Me siento como Carol Anne, delante de la tele, tumbado en la cama con Cristinamore y aterrado ante la posibilidad de que una mano me agarre del escroto y me meta dentro de la tele para llevarme a Torrejón. Planazo.

Los invitados están llegando y todo es alborozo y recibimientos entusiastas.

Algunas llegan con sobrepeso de colágeno labial, como es el caso de la mujer del Aga Kahn que aterrizó alicatada hasta el morro de chanelón o Marina Doria, mujer de un Saboya.

Otros llegan con los bebés, como Hakon y Mette Marit, muy de H&M (a mí esta chica cada día me da más miedo, con esa cara de sicoquiler que se le está poniendo. O de envenenadora murciana. No sé bien. Me temo que - y sin que sirva de precedente - su estilista y yo sentimos lo mismo) o Guillermo de Holanda y la Zorreguieta (bueno, sí, qué pasa... en su casa eran muy fans de Videla, pero siempre se mantuvo al margen. Ella sabía que una cosa es una dictadura militar, que bueno, puede ser rentable un tiempo, pero otra es una asignación de por vida como consorte regia. Dónde va a parar)

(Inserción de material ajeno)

"""The description of a road network, against plain sums over the same extract."""

from __future__ import annotations

import json
import re
from pathlib import Path

import pytest
from typer.testing import CliRunner

from georoute.cli.app import app, exit_code_of
from georoute.errors import RoadError
from georoute.kernels.arrays import UNREACHABLE
from georoute.roads.describe import describe
from georoute.roads.network import build_network
from georoute.roads.sources import read_road_source
from georoute.roads.speeds import default_profile

pytestmark = pytest.mark.slow

HELSINKI = Path(__file__).parents[2] / "data" / "Helsinki.osm.pbf"


def test_the_figures_are_sums_over_the_table() -> None:
    table = read_road_source(HELSINKI, profile=default_profile("FI"))
    found = describe(build_network(table))
    assert found.km == pytest.approx(table.length_mm.sum() / 1e6)
    assert sum(row.km for row in found.classes) == pytest.approx(found.km)
    assert sum(row.stretches for row in found.classes) == table.start.shape[0] == found.stretches
    one_way = (table.forward_ms >= UNREACHABLE) != (table.backward_ms >= UNREACHABLE)
    one_way_km = table.length_mm[one_way].sum() / 1e6
    assert sum(row.one_way_km for row in found.classes) == pytest.approx(one_way_km)
    assert all(3 < row.mean_kmh < 80 for row in found.classes)
    assert 0 < sum(km for _, km in found.cut_off_km) < found.km / 2
    assert found.banned_turns == table.ban_ptr.shape[0] - 1 > 0


def test_the_command_prints_it(monkeypatch: pytest.MonkeyPatch, tmp_path: Path) -> None:
    monkeypatch.setenv("GEOROUTE_CACHE", str(tmp_path))
    result = CliRunner().invoke(app, ["roads", str(HELSINKI), "--country", "FI"])
    assert result.exit_code == 0
    assert re.search(r"service +1\d\.\d", result.output)
    assert "41 turn restrictions are obeyed" in result.output
    assert "OpenStreetMap contributors" in result.output
    again = CliRunner().invoke(app, ["roads", str(HELSINKI), "--country", "FI", "--json"])
    assert json.loads(again.stdout)["source"] == "Helsinki.osm.pbf"
    assert "kept from an earlier run" in again.stderr


def test_what_is_no_source_of_roads_is_refused(tmp_path: Path) -> None:
    (tmp_path / "roads.txt").write_text("no roads")
    result = CliRunner().invoke(app, ["roads", str(tmp_path / "roads.txt")])
    assert isinstance(result.exception, RoadError)
    assert exit_code_of(result.exception) == 3
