"""Write findings to a file: CSV for people, JSON for programs."""

from __future__ import annotations

import csv
import io
import json
from dataclasses import fields
from pathlib import Path
from typing import TYPE_CHECKING

from georoute.domain.findings import Finding
from georoute.errors import OutputError
from georoute.files import atomic_write_bytes

if TYPE_CHECKING:
    from collections.abc import Iterable

__all__ = ["FINDING_FIELDS", "write_findings"]

FINDING_FIELDS = (
    "severity",
    "file",
    "row",
    "column",
    "value",
    "code",
    "message",
    "remedy",
    "subject",
)
"""Columns of the report, in the order a person reads them."""

_STARTS_A_FORMULA = ("=", "+", "-", "@")


def write_findings(findings: Iterable[Finding], path: Path | str) -> None:
    """Write findings as CSV (UTF-8, RFC 4180) or JSON, by the suffix of the path.

    In CSV, a cell that a spreadsheet would take for a formula (it begins with ``=``, ``+``,
    ``-`` or ``@``) gets a leading apostrophe. JSON keeps values unchanged.

    Parameters
    ----------
    findings
        What was found.
    path
        The file to write, ``.csv`` or ``.json``; an existing one is replaced in one step.

    Raises
    ------
    OutputError
        If the suffix is another, or the file cannot be written.
    """
    target = Path(path)
    rows = [{name: getattr(finding, name) for name in FINDING_FIELDS} for finding in findings]
    suffix = target.suffix.casefold()
    if suffix == ".csv":
        data = _csv(rows)
    elif suffix == ".json":
        data = json.dumps(rows, ensure_ascii=False, indent=2) + "\n"
    else:
        msg = f"{target}: a report is .csv or .json, got `{target.suffix}`; rename the file"
        raise OutputError(msg)
    atomic_write_bytes(target, data.encode("utf-8", "backslashreplace"))


def _csv(rows: list[dict[str, object]]) -> str:
    buffer = io.StringIO(newline="")
    writer = csv.writer(buffer)
    writer.writerow(FINDING_FIELDS)
    for row in rows:
        writer.writerow([_safe(value) for value in row.values()])
    return buffer.getvalue()


def _safe(value: object) -> str:
    """Return the text of a cell that no spreadsheet takes for a formula."""
    text = "" if value is None else str(value)
    # A tab or a carriage return before the sign does not stop a spreadsheet.
    return f"'{text}" if text.lstrip("\t\r\n ").startswith(_STARTS_A_FORMULA) else text


if {field.name for field in fields(Finding)} != set(FINDING_FIELDS):  # pragma: no cover
    msg = "the report and the model of a finding differ"
    raise AssertionError(msg)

También han llegado los sudaquitas, plebeyos como el que más; los pobres que andan tratando de enderezar aquéllo como pueden. Y que vienen a esta boda aún a sabiendas (¿sabrán?) de que parte de la miseria que les está tocando gestionar, es la que ha permitido tanto toisón, tanto regio pendón y tanta tiara. Y ya. Que me está quedando un discurso muy venas abiertas de América Latina. Culpa, probablemente, de llevar un año profundamente enamorado de alguien de "allá".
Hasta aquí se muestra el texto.